ADR methods have given an opportunity to resolve the legal disputes rather than

litigation. One of the ADR methods, arbitration, is very popular all around the world.

This method offers legal binding decision to the parties.

Because of economic increase the international commercial player seek neutral

judgement process. The arbitration is an agreed solution and has many advantages such

as flexibility, cost, speed and preferability of law.

As the consensus of applicable law in ICA, the religious law can be applicable law as

well. Islamic law is an Islamic faith law and can be applicable law within faith-based

arbitration context.
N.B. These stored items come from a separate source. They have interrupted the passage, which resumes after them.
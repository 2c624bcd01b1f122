"""The history file: each zone's trajectory in SQLite, packed so a zone-day stays small.

One file per site, ``<state_dir>/<site>.history.sqlite``, in WAL mode (a ``kill -9``
or a crash loses at most the batch being written; a reader never blocks the writer).
A row of ``chunks`` holds one zone's ticks of one batch, packed column by column
and zlib-compressed (:func:`pack_chunk`): a row per tick would cost about 50 bytes
with its index, a packed tick a few. Strings (zone, point, reason, level, mode and
verdict names) are stored once in ``names`` and referred to by id.

Standard library only (``sqlite3``, ``zlib``, ``array``): the daemon's path stays
free of numpy. Readers (``history``, ``report``, ``tune``) use :func:`read_zone`.
"""

from __future__ import annotations

import math
import sqlite3
import struct
import zlib
from array import array
from collections.abc import Iterable, Sequence
from dataclasses import dataclass, field
from pathlib import Path

SCHEMA_VERSION = 1
CHUNK_FORMAT = 1
CHUNK_TICKS = 180
"""Most ticks in one chunk: half an hour at a 10 s tick (each commit repacks the open chunk,
so a longer one costs CPU; a shorter one, bytes)."""
CHUNK_SPAN_S = 7200.0
"""Longest time one chunk spans (pruning removes whole chunks)."""
NONE_INT = -(2**31)
"""Stands for a missing value in a packed int32 column."""

SCHEMA = """
CREATE TABLE IF NOT EXISTS meta (key TEXT PRIMARY KEY, value TEXT NOT NULL);
CREATE TABLE IF NOT EXISTS names (id INTEGER PRIMARY KEY, text TEXT NOT NULL UNIQUE);
CREATE TABLE IF NOT EXISTS chunks (
    zone INTEGER NOT NULL,
    t0 REAL NOT NULL,
    t1 REAL NOT NULL,
    n INTEGER NOT NULL,
    data BLOB NOT NULL,
    PRIMARY KEY (zone, t0)
) WITHOUT ROWID;
CREATE INDEX IF NOT EXISTS chunks_t1 ON chunks (t1);
"""


class HistoryDamaged(sqlite3.DatabaseError):
    """The file is no sound history: it fails SQLite's integrity check, or a chunk of it does
    not unpack."""


def is_damaged(exc: sqlite3.DatabaseError) -> bool:
    """Whether an error means the file itself is bad (not a database, corrupt, another schema),
    not the disk or the file's access (locked, cannot open, disk full)."""
    if isinstance(exc, HistoryDamaged):
        return True
    name = getattr(exc, "sqlite_errorname", "")
    if name in ("SQLITE_CORRUPT", "SQLITE_NOTADB"):
        return True
    text = str(exc)
    return "schema" in text and "is not" in text  # HistoryFile: another schema version


def history_path(state_dir: str | Path, site_name: str) -> Path:
    """Where a site's history lives: ``<state_dir>/<site>.history.sqlite``."""
    return Path(state_dir) / f"{site_name}.history.sqlite"


@dataclass(frozen=True, slots=True)
class Tick:
    """One zone's tick as recorded: the decision and what it was made from (Celsius, K)."""

    at: float
    temperature: float | None
    setpoint: float
    level: str
    mode: str
    relay: bool
    anticipator_k: float
    droop_k: float
    fail_safe: bool
    reason: str
    points: tuple[tuple[str, float | None, str], ...] = ()
    """Per input point: name, last accepted value, published reliability."""


@dataclass(slots=True)
class ZoneHistory:
    """A zone's ticks as columns (what ``report`` and ``tune`` read)."""

    zone: str
    time: list[float] = field(default_factory=list)
    temperature: list[float | None] = field(default_factory=list)
    setpoint: list[float | None] = field(default_factory=list)
    level: list[str] = field(default_factory=list)
    mode: list[str] = field(default_factory=list)
    relay: list[bool] = field(default_factory=list)
    anticipator_k: list[float] = field(default_factory=list)
    droop_k: list[float] = field(default_factory=list)
    fail_safe: list[bool] = field(default_factory=list)
    reason: list[str] = field(default_factory=list)
    points: dict[str, list[tuple[float | None, str]]] = field(default_factory=dict)
    """Per point name, per tick: (value, reliability); ``(None, "absent")`` where the point
    was not part of the zone at that tick."""
    outdoor: list[float | None] | None = None
    """Outdoor temperature per tick, when known (an imported CSV's ``outdoor`` column)."""

    def __len__(self) -> int:
        return len(self.time)


# --------------------------------------------------------------------------- packing


def _q(value: float | None, scale: float) -> int:
    if value is None or not math.isfinite(value):
        return NONE_INT
    return max(NONE_INT + 1, min(2**31 - 1, round(value * scale)))


def _dq(value: int, scale: float) -> float | None:
    return None if value == NONE_INT else value / scale


def pack_chunk(ticks: Sequence[Tick], name_id: dict[str, int]) -> bytes:
    """One zone's ticks as one blob: column-major int32 arrays, zlib-compressed.

    Temperatures are kept to 0.001 K, times to 1 ms after the chunk's first tick.
    ``name_id`` maps every string the ticks use to its id (see :class:`HistoryFile`).
    """
    points = ticks[0].points
    names = [p[0] for p in points]
    cols: list[array[int]] = [array("i") for _ in range(9 + 2 * len(names))]
    t0 = ticks[0].at
    for tick in ticks:
        flags = (1 if tick.relay else 0) | (2 if tick.fail_safe else 0)
        row = [
            _q(tick.at - t0, 1000.0),
            _q(tick.temperature, 1000.0),
            _q(tick.setpoint, 1000.0),
            _q(tick.anticipator_k, 1000.0),
            _q(tick.droop_k, 1000.0),
            name_id[tick.level],
            name_id[tick.mode],
            name_id[tick.reason],
            flags,
        ]
        by_name = {p[0]: p for p in tick.points}
        for name in names:
            point = by_name.get(name)
            if point is None:
                row += [NONE_INT, name_id["absent"]]
            else:
                row += [_q(point[1], 1000.0), name_id[point[2]]]
        for col, value in zip(cols, row, strict=True):
            col.append(value)
    header = struct.pack("<BHB", CHUNK_FORMAT, len(ticks), len(names)) + b"".join(
        struct.pack("<i", name_id[n]) for n in names
    )
    encoded = [_delta(col) for col in cols]
    kinds = bytes(kind for kind, _ in encoded)
    body = kinds + b"".join(col.tobytes() for _, col in encoded)
    return header + zlib.compress(body, 6)


def _delta(col: array[int]) -> tuple[int, array[int]]:
    """(1, successive differences) for a column without gaps, so slow columns become runs
    of zeros that compress to nothing; (0, the column as it is) when it has a gap."""
    if NONE_INT in col or len(col) < 2:
        return 0, col
    out = array("i", col)
    for i in range(len(col) - 1, 0, -1):
        out[i] = col[i] - col[i - 1]
    return 1, out


def _undelta(kind: int, col: Sequence[int]) -> list[int]:
    if kind == 0:
        return list(col)
    out = list(col)
    for i in range(1, len(out)):
        out[i] += out[i - 1]
    return out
Even it is a non-Muslim country because of its democratic regime

the UK has accepted applicable religious law under Arbitration Act 1996. However,

before this evolution, even if the parties agree to be applied Islamic law to substance for

their international commercial disputes, the UK courts was intent to decline to apply it

in substance.

From the case analysis, it can be said the UK courts approach has been changed

gradually. At the beginning of the substantive Islamic law in the ICA, because of lack of

knowledge Islamic law was rejected as for applicable law. Reluctant of examining

Islamic law may mean a little bit of prejudice. However for some other reasons such as

raised of awareness, economic, and Arabs relationship the courts have accepted Islamic

law to apply as substantive applicable law.